I read that as the management didn't think of you highly enough, or that they
don't think you could pull it off or that what you did is significant enough.
They may also have no incentive to dilute their shares for a workable solution
by their existing employees (NIH?). Anyway to look at it, it is bad.

In other comments others mentioned non-compete. At least in California non-
compete is pretty much unenforcible, but IP right protection is. During your
employment they do have IP rights to inventions you made unless (a) they are
not in the same field or (b) you have disclosed it as prior invention per a
typical employment agreement. Now that since (a) no longer applies, you better
make sure you notify them and file a formal amendment to your employment
agreement that whatever you worked on is considered prior invention. Or else
from now on they may claim the right to not just what you're about to do, but
also the hard work you've done. This is serious stuff. People and companies
had been destroyed by like this. Either way, I think you can no longer
continue your moonlight path on this very subject under their employment
(unless you get them to put an exception clause to your employment contract,
but I doubt they'll entertain that).
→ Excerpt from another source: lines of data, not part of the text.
"""Units at the edge: the one pint registry, the closed unit table, parsing and formatting.

Nothing else in webcalc imports pint. The engine sees SI floats only: quantities are
parsed once here (factors cached per unit spelling) and formatted back on the way out.

The accepted spellings form a closed, case-sensitive table per dimension (the product
spec's binding table). Their factors to SI come from pint, rounded to 15 significant
digits so that binary noise (``0.0010000000000000002``) does not leak into the table
the browser shares; where pint differs from NIST SP 811 we define the unit ourselves.
"""

import functools
import math
import re

import pint

_REGISTRY = pint.UnitRegistry()
# pint reads "PS" as petasiemens and has no "CV": metric horsepower, NIST SP 811 (735.49875 W).
_REGISTRY.define("metric_horsepower = 735.49875 * watt")
# Conventional inch of mercury, NIST SP 811 (3386.389 Pa); pint derives 3386.38864 from g0 and rho_Hg.
_REGISTRY.define("inch_mercury_conventional = 3386.389 * pascal")

#: Binding table: dimension -> {accepted spelling: pint expression}.
UNITS = {
    "pressure": {
        "Pa": "pascal", "hPa": "hectopascal", "kPa": "kilopascal", "MPa": "megapascal",
        "mbar": "millibar", "bar": "bar", "psi": "psi", "inHg": "inch_mercury_conventional",
        "mmHg": "millimeter_Hg", "atm": "atmosphere",
    },
    "temperature": {
        "K": "kelvin", "degC": "degree_Celsius", "°C": "degree_Celsius",
        "degF": "degree_Fahrenheit", "°F": "degree_Fahrenheit", "degR": "degree_Rankine",
    },
    "length": {"m": "meter", "km": "kilometer", "ft": "foot"},
    "volume": {"L": "liter", "cc": "cubic_centimeter", "in^3": "inch**3", "m^3": "meter**3"},
    "power": {
        "W": "watt", "kW": "kilowatt", "hp": "horsepower",
        "PS": "metric_horsepower", "CV": "metric_horsepower",
    },
    "mass_flow": {
        "kg/s": "kg/s", "kg/min": "kg/min", "kg/h": "kg/hour", "g/s": "g/s",
        "g/min": "g/min", "lb/h": "lb/hour", "lb/min": "lb/min",
    },
    "volume_flow": {
        "cc/min": "cubic_centimeter/min", "L/h": "liter/hour", "L/min": "liter/min",
        "gal/h": "gallon/hour", "gal/min": "gallon/min", "m^3/s": "meter**3/s",
        "m^3/min": "meter**3/min", "ft^3/min": "foot**3/min", "cfm": "foot**3/min",
    },
    "density": {"kg/m^3": "kg/meter**3", "kg/L": "kg/liter", "g/cm^3": "g/cm**3", "lb/gal": "lb/gallon"},
    "bsfc": {"lb/hp/h": "lb/horsepower/hour", "g/kWh": "g/kilowatt/hour", "kg/J": "kg/joule"},
}
SI_UNIT = {
    "pressure": "pascal", "temperature": "kelvin", "length": "meter", "volume": "meter**3",
    "power": "watt", "mass_flow": "kg/s", "volume_flow": "meter**3/s",
    "density": "kg/meter**3", "bsfc": "kg/joule",
}

#: Output kinds: which dimensions a field of that kind accepts, and its unit per system.
#: Kinds with two dimensions are fuel flows: mass and volume convert with the fuel density.
KINDS = {
    "abs_pressure": (("pressure",), "kPa", "psi", "Pa"),
    "gauge_pressure": (("pressure",), "bar", "psi", "Pa"),
    "temperature": (("temperature",), "degC", "degF", "K"),
    "elevation": (("length",), "m", "ft", "m"),
    "power": (("power",), "kW", "hp", "W"),
    "air_mass_flow": (("mass_flow",), "kg/min", "lb/min", "kg/s"),
    "air_volume_flow": (("volume_flow",), "m^3/min", "ft^3/min", "m^3/s"),
    "injector_flow": (("mass_flow", "volume_flow"), "cc/min", "lb/h", "kg/s"),
    "fuel_flow": (("mass_flow", "volume_flow"), "kg/h", "lb/h", "kg/s"),
    "pump_flow": (("volume_flow", "mass_flow"), "L/h", "gal/h", "m^3/s"),
    "bsfc": (("bsfc",), "g/kWh", "lb/hp/h", "kg/J"),
    "density": (("density",), "kg/L", "lb/gal", "kg/m^3"),
    # Air density: the table's customary density unit (lb/gal) suits fuel, not air, so
    # every system reports air density in kg/m^3.
    "air_density": (("density",), "kg/m^3", "kg/m^3", "kg/m^3"),
    "displacement": (("volume",), "L", "in^3", "m^3"),
}
SYSTEMS = ("metric", "imperial", "si")
GAUGE_ABSOLUTE_SPELLINGS = ("psig", "psia", "barg", "bara", "kPag", "kPaa")

_NUMBER = r"[+-]?(?:[0-9]+(?:\.[0-9]*)?|\.[0-9]+)(?:[eE][+-]?[0-9]+)?"  # ASCII digits only
_QUANTITY = re.compile(rf"^\s*({_NUMBER})\s*([A-Za-z°](?:.*\S)?)\s*$")
_PERCENT = re.compile(rf"^\s*({_NUMBER})\s*%\s*$")
_PLAIN_NUMBER = re.compile(rf"^\s*({_NUMBER})\s*$")


class UnitError(ValueError):
    """A quantity that cannot be read. ``code`` names the problem, ``params`` fill its message."""

    def __init__(self, code, **params):
        super().__init__(code)
        self.code = code
        self.params = params


def _significant(x):
    return float(f"{x:.15g}")


@functools.lru_cache(maxsize=None)
def conversion(dimension, unit):
    """(factor, offset) so that ``SI = value * factor + offset`` for an accepted spelling.

    Computed once per spelling with pint and cached.
    """
    expression = UNITS[dimension][unit]
    zero = _REGISTRY.Quantity(0.0, expression).to(SI_UNIT[dimension]).magnitude
    if zero:  # an offset scale (degC, degF): the factor is that of its temperature difference
        expression = "delta_" + expression
    one = _REGISTRY.Quantity(1.0, expression).to(SI_UNIT[dimension]).magnitude
    return _significant(one), _significant(zero)


_DIMENSION_OF = {u: d for d, spellings in UNITS.items() for u in spellings}


def dimension_of(unit):
    """Dimension of an accepted spelling, or None."""
    return _DIMENSION_OF.get(unit)


def accepted(dimensions):
    """Accepted spellings for a field that takes these dimensions, in table order."""
    return [u for d in dimensions for u in UNITS[d]]


def to_si(value, unit, dimensions, density=None):
    """Convert ``value`` in ``unit`` to SI for a field accepting ``dimensions``.

    For fuel-flow fields (two dimensions) the result is in the first dimension's SI unit,
    converting mass and volume with ``density`` [kg/m^3].

    :raises UnitError: unknown spelling, gauge/absolute spelling, wrong dimension.
    """
    if unit in GAUGE_ABSOLUTE_SPELLINGS:
        raise UnitError("unit_gauge_absolute", unit=unit)
    dimension = dimension_of(unit)
    if dimension is None:
        raise UnitError("unit_unknown", unit=unit, accepted=", ".join(accepted(dimensions)))
    if dimension not in dimensions:
        raise UnitError("unit_wrong_dimension", unit=unit, accepted=", ".join(accepted(dimensions)))
    factor, offset = conversion(dimension, unit)
    si = value * factor + offset
    if dimension != dimensions[0]:
        si = si * density if dimension == "volume_flow" else si / density
    return si


def from_si(si, unit, dimensions, density=None):
    """Inverse of :func:`to_si`: an SI value of the field's first dimension in ``unit``."""
    dimension = dimension_of(unit)
    if dimension != dimensions[0]:
        si = si / density if dimension == "volume_flow" else si * density
    factor, offset = conversion(dimension, unit)
    return (si - offset) / factor


def parse_quantity(raw):
    """Split a quantity input into (number, unit spelling).

    Accepts ``"15 psi"`` (a number with ``.`` as decimal point, optional exponent, optional
    spaces, a unit) or ``{"value": 15, "unit": "psi"}``.

    :raises UnitError: with code ``quantity_bare_number``, ``quantity_format``.
    """
    if isinstance(raw, dict):
        if set(raw) != {"value", "unit"}:
            raise UnitError("quantity_format")
        value, unit = raw["value"], raw["unit"]
        if not is_number(value) or not isinstance(unit, str):
            raise UnitError("quantity_format")
        return float(value), unit.strip()
    if is_number(raw):
        raise UnitError("quantity_bare_number")
    if isinstance(raw, str) and len(raw) <= 100:
        parsed = _parse_text(raw)
        if isinstance(parsed, str):
            raise UnitError(parsed)
        return parsed
    raise UnitError("quantity_format")


@functools.lru_cache(maxsize=4096)
def _parse_text(raw):
    """(number, unit) of a quantity string, or the error code (cached: a phone sends the
    same few strings again and again)."""
    if _PLAIN_NUMBER.match(raw):
        return "quantity_bare_number"
    match = _QUANTITY.match(raw)
    if match:
        value = float(match.group(1))
        if math.isfinite(value):
            return value, match.group(2)
    return "quantity_format"


def parse_fraction(raw):
    """A dimensionless input: a number, or a string with ``%`` (``"80 %"`` is 0.8)."""
    if is_number(raw):
        return float(raw)
    if isinstance(raw, str) and len(raw) <= 100:
        match = _PERCENT.match(raw)
        if match:
            return float(match.group(1)) / 100.0
        match = _PLAIN_NUMBER.match(raw)
        if match:
            return float(match.group(1))
    raise UnitError("fraction_format")


def is_number(x):
    """A finite JSON number that is not a boolean."""
    return isinstance(x, (int, float)) and not isinstance(x, bool) and math.isfinite(x)


def system_unit(kind, system):
    """The output unit of a kind in a unit system (``metric``, ``imperial``, ``si``)."""
    return KINDS[kind][1 + SYSTEMS.index(system)]


def quantity(si, kind, unit, density=None):
    """An output quantity ``{"value", "unit"}`` (``None`` stays ``None``; -0 becomes 0)."""
    if si is None:
        return None
    dimensions = KINDS[kind][0]
    if len(dimensions) == 1 and unit in UNITS[dimensions[0]]:
        factor, offset = conversion(dimensions[0], unit)
        value = (float(si) - offset) / factor
    else:
        value = float(from_si(float(si), unit, dimensions, density))
    return {"value": value + 0.0, "unit": unit}


def table():
    """The unit table for the browser: factors and offsets per spelling, and the kinds."""
    return {
        "dimensions": {
            d: {u: dict(zip(("factor", "offset"), conversion(d, u))) for u in spellings}
            for d, spellings in UNITS.items()
        },
        "kinds": {
            k: {"dimensions": list(dims), "metric": m, "imperial": i, "si": s}
            for k, (dims, m, i, s) in KINDS.items()
        },
        "systems": list(SYSTEMS),
        "gauge_absolute_spellings": list(GAUGE_ABSOLUTE_SPELLINGS),
    }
I hope you work out something with them
so they use your stuff and reward you.

------
jbhelms
In Cambridge Engineering, Inc. v. Mercury Partners they found that the non-
compete clause was so broad as to keep the employee from finding reasonable
work, so it was thrown out. In this case, you signed the non-compete agreement
while your company was performing A, now they want to perform B which is
something you do on the side. My guess would be that in order to enforce B
they would need you to sign a whole new NCA. I would check with a lawyer
though.

------
imp
Make sure you follow everything in this article, and get something signed by
them: <http://blog.asmartbear.com/working-startup.html>